GHC uses the Paterson Conditions to ensure that instance resolution terminates:

The Paterson Conditions are these:

  • The Paterson Conditions: for each class constraint (C t1 ... tn) in the context

    1. No type variable has more occurrences in the constraint than in the head

    2. The constraint has fewer constructors and variables (taken together and counting repetitions) than the head

    3. The constraint mentions no type functions. A type function application can in principle expand to a type of arbitrary size, and so are rejected out of hand

How are those rules modified for quantified constraints? In two ways.

  • Each quantified constraint, taken by itself, must satisfy the termination rules for an instance declaration.

  • After “for each class constraint (C t1 ... tn)”, add “or each quantified constraint (forall as. context => C t1 .. tn)

Note that the second item only at the head of the quantified constraint, not its context. Reason: the head is the new goal that has to be solved if we use the instance declaration.

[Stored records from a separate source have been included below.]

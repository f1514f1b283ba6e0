"""Size and power of page 1's second next step ("agree how much <cue> should count").

The step names a cue as differing between raters only when the smallest per-cue
p-value of the policy homogeneity test, Holm-adjusted over the cues, is below .05
(`calibrate.report.wording.cue_to_discuss` / `step_cue`). Simulated on the data users
have: 1-7 judgments rounded and clipped at the ends (ceilings), few cases per rater,
3 or 5 numeric cues.

- Size: every rater shares one set of weights (each with their own noise and level);
  the share of panels in which the step names a cue should stay at or below 5%.
- Power: one cue's weight varies between raters (SD 0.5 of the common weight); the share
  of panels in which the step names that cue.

Run: .venv/bin/python benchmarks/bench_next_step_cue.py [--quick]
"""

from __future__ import annotations

import sys
import time
from pathlib import Path

sys.path.insert(0, str(Path(__file__).resolve().parents[1]))

from tests.cue_step_panels import claim_rate  # noqa: E402


def main(quick: bool) -> None:
    n_panels = 40 if quick else 400
    for n_raters, n_cases, n_cues in ((8, 30, 3), (12, 40, 5), (5, 20, 3)):
        start = time.perf_counter()
        size, _ = claim_rate(n_panels, n_raters=n_raters, n_cases=n_cases, n_cues=n_cues, spread=0.0, seed=1)
        _, power = claim_rate(n_panels, n_raters=n_raters, n_cases=n_cases, n_cues=n_cues,
                              spread=0.5 * 0.9, seed=2)
        print(f"{n_raters} raters x {n_cases} cases, {n_cues} cues: names a cue under one shared policy "
              f"{100 * size:.1f}% of {n_panels} panels; names the varying cue {100 * power:.1f}% "
              f"({time.perf_counter() - start:.0f} s)")


if __name__ == "__main__":
    main("--quick" in sys.argv)
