"""Time the consistency and agreement functions at a few panel sizes.

Run: .venv/bin/python benchmarks/bench_agreement.py [--boot 200]
Sizes are raters x files with 3 readers per file (an incomplete design).
"""

from __future__ import annotations

import argparse
import sys
import time
from pathlib import Path

import numpy as np
import pandas as pd

sys.path.insert(0, str(Path(__file__).resolve().parents[1]))
sys.path.insert(0, str(Path(__file__).resolve().parents[1] / "tests" / "unit"))

from panel_simulation import simulate_panel  # noqa: E402

from calibrate.agreement.files import file_view  # noqa: E402
from calibrate.agreement.icc import panel_agreement  # noqa: E402
from calibrate.agreement.readers import generalizability  # noqa: E402
from calibrate.agreement.offsets import severity  # noqa: E402
from calibrate.consistency.repeats import retest  # noqa: E402


def timed(label, fn):
    start = time.perf_counter()
    out = fn()
    print(f"  {label:<34} {time.perf_counter() - start:8.3f} s")
    return out


def main() -> None:
    parser = argparse.ArgumentParser()
    parser.add_argument("--boot", type=int, default=200)
    args = parser.parse_args()
    for raters, files in [(20, 300), (100, 2000), (300, 5000), (600, 10000)]:
        first, _, _ = simulate_panel(n_raters=raters, n_cases=files, readers=3, seed=1)
        print(f"{raters} raters x {files} files, {len(first)} judgments, {args.boot} resamples")
        rng = np.random.default_rng(0)
        pairs = first.sample(frac=0.15, random_state=1)
        repeats = pd.DataFrame({"rater": pairs["rater"], "case": pairs["case"],
                                "first": pairs["judgment"],
                                "second": pairs["judgment"] + rng.normal(0, 0.5, len(pairs))})
        timed("retest", lambda: retest(repeats, scale="continuous"))
        sev = timed("severity", lambda: severity(first, scale="continuous", scale_min=-4, scale_max=4))
        timed("file_view", lambda: file_view(first, sev, cut_off=0.0))
        timed("generalizability (cut-off)", lambda: generalizability(first, cut_off=0.0, rng=0))
        timed("panel_agreement", lambda: panel_agreement(first, scale="continuous",
                                                         n_boot=args.boot, rng=0))


if __name__ == "__main__":
    main()
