"""Gwet's AC1 computed outside calibrate, for the reference and unit tests.

Two routes, neither calling calibrate.agreement.categories:

``ac1_from_statsmodels`` (the same number of readers on every case). statsmodels'
``fleiss_kappa`` gives Fleiss' kappa, and with ``method="randolph"`` the
Brennan-Prediger/Randolph coefficient; both read the observed agreement p_a and
(kappa) the category proportions pi_k from the table themselves. Writing
S = sum_k pi_k^2:

    BP    = (p_a - 1/q) / (1 - 1/q)         =>  p_a = 1/q + (1 - 1/q) BP
    kappa = (p_a - S) / (1 - S)             =>  S   = (p_a - kappa) / (1 - kappa)
    sum_k pi_k (1 - pi_k) = sum_k pi_k - S = 1 - S   (the pi_k sum to 1)

so AC1's chance term p_e = sum_k pi_k (1 - pi_k) / (q - 1) = (1 - S) / (q - 1) and
AC1 = (p_a - p_e) / (1 - p_e) follow from statsmodels' two numbers alone. The three
lines are exact algebra; what rests on the written definition is only the last step,
AC1's form and chance term as Gwet (2008, Br. J. Math. Stat. Psychol. 61:29-48)
defines them and the module docstring writes them. Undefined where kappa = 1.

``two_rater_ac1`` is Gwet's (2008) two-rater AC1 from a q x q table of counts
(rows: one reader, columns: the other): p_a = sum_k p_kk,
pi_k = (p_k+ + p_+k) / 2, the same chance term. With two readers per case the
multi-reader counting form reduces to it (a case's agreement share
r_ik (r_ik - 1) / (r_i (r_i - 1)) is 1 when both readers chose k, else 0, and its
share r_ik / r_i is the mean of the two readers' indicators), whichever two raters
read the case and in whichever order they are put in the table.
"""

from __future__ import annotations

import numpy as np
from statsmodels.stats.inter_rater import fleiss_kappa


def ac1_from_statsmodels(table) -> float:
    """AC1 of a (cases x categories) count table with equal readers, from statsmodels' kappas."""
    table = np.asarray(table, dtype=float)
    q = table.shape[1]
    brennan_prediger = fleiss_kappa(table, method="randolph")
    kappa = fleiss_kappa(table, method="fleiss")
    p_a = 1.0 / q + (1.0 - 1.0 / q) * brennan_prediger
    sum_squares = (p_a - kappa) / (1.0 - kappa)
    p_e = (1.0 - sum_squares) / (q - 1.0)
    return (p_a - p_e) / (1.0 - p_e)


def two_rater_ac1(square) -> float:
    """Gwet's (2008) two-rater AC1 from a q x q table of counts (or proportions)."""
    square = np.asarray(square, dtype=float)
    p = square / square.sum()
    q = p.shape[0]
    p_a = np.trace(p)
    pi = (p.sum(axis=1) + p.sum(axis=0)) / 2.0
    p_e = (pi * (1.0 - pi)).sum() / (q - 1.0)
    return (p_a - p_e) / (1.0 - p_e)
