"""Invented panels of ordinary raters, written as whole study folders for ``calibrate.audit``.

An ordinary rater follows a straight-line policy (weights close to the panel's, no
offset of their own), judges on a 1-7 scale rounded to whole points and clipped at the
ends (a ceiling at 7 for a mean of 4.5), reads the cases in their own order with
hidden repeats, shows no drift, no cut-off and no use of the excluded attribute. Any
flag such a rater gets that is not a data condition is a chance flag. Shared by
``tests/unit/test_chance_flags.py`` and ``benchmarks/bench_chance_flags.py``.
"""

from __future__ import annotations

from pathlib import Path

import numpy as np
import pandas as pd

# Flags that state a condition of the data, never the outcome of a test or a rule.
DATA_CONDITIONS = frozenset({"too_few_cases", "not_fitted", "few_cases", "separation"})

CUE_NAMES = ("quality", "fit", "evidence", "clarity")
BASE_WEIGHTS = np.array([0.7, 0.5, 0.4, 0.3])   # scale points per cue SD

SPEC = """\
[study]
name = "ordinary panel"
data = "judgments.csv"
cases = "cases.csv"
seed = {seed}

[columns]
rater = "rater"
case = "case"
judgment = "score"
sequence = "position"

[judgment]
scale = "ordinal"
min = 1
max = 7

[cues]
{cues}

[excluded]
columns = ["home_region"]
"""


def ordinary_panel(seed: int, *, n_raters: int = 15, n_cases: int = 60, repeat_share: float = 0.15,
                   mean: float = 4.5, noise_sd: float = 0.5, weight_sd: float = 0.1,
                   readers_per_case: int | None = None) -> tuple[pd.DataFrame, pd.DataFrame]:
    """(cases, judgments) of one panel of ordinary raters.

    ``n_cases`` per rater; with ``readers_per_case`` the pool has
    ``n_cases * n_raters / readers_per_case`` cases and each rater reads a random
    ``n_cases`` of them (an incomplete design); otherwise everyone reads every case.
    Hidden repeats come back at least 10 positions after the first reading.
    """
    rng = np.random.default_rng(seed)
    pool = n_cases if readers_per_case is None else int(round(n_cases * n_raters / readers_per_case))
    z = rng.standard_normal((pool, len(CUE_NAMES)))
    cues = np.round(5 + 2 * z, 1)   # cues as a file would show them (0-10 scores, one decimal)
    z = (cues - 5) / 2
    cases = pd.DataFrame(cues, columns=list(CUE_NAMES))
    cases.insert(0, "case", [f"file{i:04d}" for i in range(pool)])
    cases["home_region"] = rng.choice(["north", "south"], size=pool, p=[0.3, 0.7])
    rows = []
    for r in range(n_raters):
        seen = np.arange(pool) if readers_per_case is None else rng.choice(pool, n_cases, replace=False)
        seen = rng.permutation(seen)
        order = list(seen)
        n_rep = int(round(repeat_share * len(seen)))
        for f in rng.choice(seen[: max(len(seen) - 10, 1)], size=n_rep, replace=False):
            first = order.index(f)
            order.insert(int(rng.integers(first + 10, len(order) + 1)), f)
        weights = BASE_WEIGHTS + weight_sd * rng.standard_normal(BASE_WEIGHTS.size)
        latent = mean + z[order] @ weights + noise_sd * rng.standard_normal(len(order))
        score = np.clip(np.round(latent), 1, 7).astype(int)
        rows.append(pd.DataFrame({"rater": f"reader{r:02d}", "case": cases["case"].to_numpy()[order],
                                  "score": score, "position": np.arange(1, len(order) + 1)}))
    return cases, pd.concat(rows, ignore_index=True)


def write_ordinary_panel(folder: Path, seed: int, **options) -> Path:
    """Write one ordinary panel as a study folder; returns the spec's path."""
    folder.mkdir(parents=True, exist_ok=True)
    cases, judgments = ordinary_panel(seed, **options)
    cases.to_csv(folder / "cases.csv", index=False)
    judgments.to_csv(folder / "judgments.csv", index=False)
    spec = folder / "study.toml"
    spec.write_text(SPEC.format(seed=seed, cues="\n".join(f'{c} = "numeric"' for c in CUE_NAMES)),
                    encoding="utf-8")
    return spec


def chance_flags(results: dict) -> dict[str, list[str]]:
    """Per rater (``rater@phase``), the flags that are not data conditions."""
    out = {}
    for e in results["raters"]:
        flags = [f for f in e["flags"] if f not in DATA_CONDITIONS]
        if flags:
            out[f"{e['rater']}@{e['phase']}"] = flags
    return out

Of course, UndecidableInstances lifts the Paterson Conditions, as now.

Coherence

Although quantified constraints are a little like local instance declarations, they differ in one big way: the local instances are written by the compiler, not the user, and hence cannot introduce incoherence. Consider

f :: (forall a. Eq a => Eq (f a)) => f b -> f Bool
f x = ...rhs...

In ...rhs... there is, in effect a local instance for Eq (f a) for any a. But at a call site for f the compiler itself produces evidence to pass to f. For example, if we called f Nothing, then f is Maybe and the compiler must prove (at the call site) that forall a. Eq a => Eq (Maybe a) holds. It can do this easily, by appealing to the existing instance declaration for Eq (Maybe a).

In short, quantifed constraints do not introduce incoherence.

Costs and Drawbacks

There are currently no known drawbacks to this feature.

Alternatives

Several alternatives have already been considered.

GHC currently supports a form of cycle-aware resolution, which enables writing the rose example mentioned above, without quantified constraints. Unfortunately, this approach is not generally applicable since the resolution process can diverge without cycling, rendering the cycle-aware resolution useless in these scenarios.

Secondly, alternative encodings exist, such as the one presented in this paper: Simulating Quantified Class Constraints Unfortunately, they all render the code significantly longer, more complex and none of these alternative encodings are generally applicable.

Implementation Plan

The feature is fully implemented in branch wip/T2893 of the GHC repository.